30 Days of D/s – When a D/s Relationship Ends

a closeup of a notebook that says you are enough

I’ve been in two other D/s relationships.

The first was solely online. I learned a lot from him and about myself. He released me because he saw I was falling for another person, someone who I was more likely to have an in-person relationship with.

Which I did. For five years. The dynamic faded before the relationship ended.

I haven’t experienced the ending of a vanilla relationship exactly, so I don’t have anything to compare the pain of a D/s relationship ending to. With power exchange, there’s so much trust and honesty that has to go into it in order for it to work. I feel that I didn’t have those things in my prior two relationships and it made it easier to let go of them. Having a dynamic fade before the relationship ended was rough because it caused me to think about what was wrong with me.

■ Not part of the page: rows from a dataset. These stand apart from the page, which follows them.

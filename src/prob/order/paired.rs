//! The median of an even count: the output `y = (x_(k) + x_(k+1)) / 2`, the mean of the
//! `k`-th and `(k+1)`-th smallest of its channels.
//!
//! `y < lo` needs `x_(k) = t < lo` (were `t >= lo`, then `x_(k+1) >= t >= lo` and
//! `y >= lo`), and then exactly `x_(k+1) < 2 lo - t`: at least one of the channels above
//! `t` lies in `(t, 2 lo - t)`. Given the shared terms the channels are independent, so
//! with `t` at the density of the channel that is `k`-th,
//! `P(y < lo) = sum_j int_{t < lo} f_j(t) P(exactly k - 1 others below t, the rest above
//! t, at least one of those below 2 lo - t) dt`, the joint density of two neighbouring
//! order statistics integrated over the second (David and Nagaraja 2003, Order Statistics,
//! 3rd ed., section 2.2). The count is the programme of one order statistic with one more
//! state: whether a channel in `(t, 2 lo - t)` was met. No difference of two programmes is
//! taken, so no cancellation.
//!
//! With checks, the agreement's pivot (the range's smallest member or the star's centre at
//! `u`) is integrated outside and `t` inside; when the pivot channel is itself the `k`-th
//! smallest (`t = u`), its term is added apart. `y > hi` is `-y < -hi` for the mirrored
//! channels `-x`, whose middle pair is the same pair.

use super::{Conditional, Pivot, WINDOW_TAIL};
use crate::prob::error::ProbError;
use crate::prob::tolerance::ROUNDING_REL;
use crate::prob::vector_quadrature::{VectorTolerance, integrate};

/// The agreement's pivot at `u` with the weight of each candidate there (a density, or 1
/// for the atom of a channel without spread).
#[derive(Clone, Copy)]
pub(super) struct AgreementAt<'a> {
    pub pivot: &'a Pivot,
    pub u: f64,
    pub weight: &'a dyn Fn(usize) -> f64,
}

/// Who is the output's `k`-th smallest channel.
#[derive(Clone, Copy)]
enum KthChannel<'a> {
    /// A channel at `t` other than the agreement's pivot, with its weight there.
    At(f64, &'a dyn Fn(usize) -> f64),
    /// The agreement's pivot channel itself (`t = u`).
    Pivot,
}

Ultimately, we both wanted different things out of a relationship and compromising wasn’t going to work for either of us. I needed a full-time power dynamic and he wasn’t able to give that to me.

When it comes to ending a dynamic, I know I took much of it as a self-worth issue and it took me time to separate the ending of the dynamic from what I perceived as a failure on my part. Sometimes relationships are only meant to last for so long and it’s not anything that the participating parties did or didn’t do. After my longer relationship ended, I got involved with my friends, got into the community more, and found support and myself through things I had skipped before for one reason or another.

I healed. And I’m in a wonderful deeper dynamic as a result of it.